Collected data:

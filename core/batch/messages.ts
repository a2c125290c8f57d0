// Error and warning text for table cells: one line, at most MAX_CELL_CHARS characters, repeats collapsed.
import type { EmbryoResult } from '../model';

/** Longest error or warnings cell, characters. */
export const MAX_CELL_CHARS = 300;

/** Line breaks and runs of white space folded into one space, trimmed. */
function oneLine(text: string): string {
  return text.replace(/\s+/g, ' ').trim();
}

/** `text` on one line and cut to `max` characters (ending in "…" when cut; never splits a surrogate pair). */
export function clipMessage(text: string, max: number = MAX_CELL_CHARS): string {
  const line = oneLine(text);
  if (line.length <= max) return line;
  let cut = max - 1;
  const code = line.charCodeAt(cut - 1);
  if (code >= 0xd800 && code <= 0xdbff) cut -= 1;
  return `${line.slice(0, cut)}…`;
}

/** Messages that differ only in their numbers count as repeats of one another ("strip 3 …", "strip 4 …"). */
function repeatKey(message: string): string {
  return message.replace(/[-+]?\d+(\.\d+)?/g, '#');
}

/** Each message once, in first-seen order, clipped; a message repeated (or differing only in numbers) n > 1 times
 *  becomes "first one (×n)". */
export function collapseMessages(messages: readonly string[]): string[] {
  const order: string[] = [];
  const seen = new Map<string, { first: string; count: number }>();
  for (const m of messages) {
    const line = oneLine(m);
    if (line === '') continue;
    const key = repeatKey(line);
    const hit = seen.get(key);
    if (hit) hit.count += 1;
    else { seen.set(key, { first: line, count: 1 }); order.push(key); }
  }
  return order.map((key) => {
    const { first, count } = seen.get(key) as { first: string; count: number };
    const suffix = count > 1 ? ` (×${count})` : '';
    return `${clipMessage(first, MAX_CELL_CHARS - suffix.length)}${suffix}`;
  });
}

/** The warnings cell: messages joined by "; ", cut at whole messages to fit MAX_CELL_CHARS, ending with how many
 *  were left out ("… and 3 more warnings, see results.json"). */
export function warningsCell(warnings: readonly string[]): string {
  const all = collapseMessages(warnings);
  const joined = all.join('; ');
  if (joined.length <= MAX_CELL_CHARS) return joined;
  const tail = (rest: number): string => `… and ${rest} more warning${rest === 1 ? '' : 's'}, see results.json`;
  for (let keep = all.length - 1; keep >= 1; keep -= 1) {
    const cell = `${all.slice(0, keep).join('; ')}; ${tail(all.length - keep)}`;
    if (cell.length <= MAX_CELL_CHARS) return cell;
  }
  const last = tail(all.length - 1);
  return `${clipMessage(all[0], MAX_CELL_CHARS - last.length - 2)}; ${last}`;
}

/** The result with a clipped one-line error and collapsed warnings (each at most MAX_CELL_CHARS). */
export function tidyMessages(result: EmbryoResult): EmbryoResult {
  return { ...result, error: result.error === null ? null : clipMessage(result.error), warnings: collapseMessages(result.warnings) };
}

About this task:
Go through the entries and copy every line that has "return".

Written response:
  return text.replace(/\s+/g, ' ').trim();
  if (line.length <= max) return line;
  return `${line.slice(0, cut)}…`;
  return message.replace(/[-+]?\d+(\.\d+)?/g, '#');
  return order.map((key) => {
    return `${clipMessage(first, MAX_CELL_CHARS - suffix.length)}${suffix}`;
  if (joined.length <= MAX_CELL_CHARS) return joined;
    if (cell.length <= MAX_CELL_CHARS) return cell;
  return `${clipMessage(all[0], MAX_CELL_CHARS - last.length - 2)}; ${last}`;
  return { ...result, error: result.error === null ? null : clipMessage(result.error), warnings: collapseMessages(result.warnings) };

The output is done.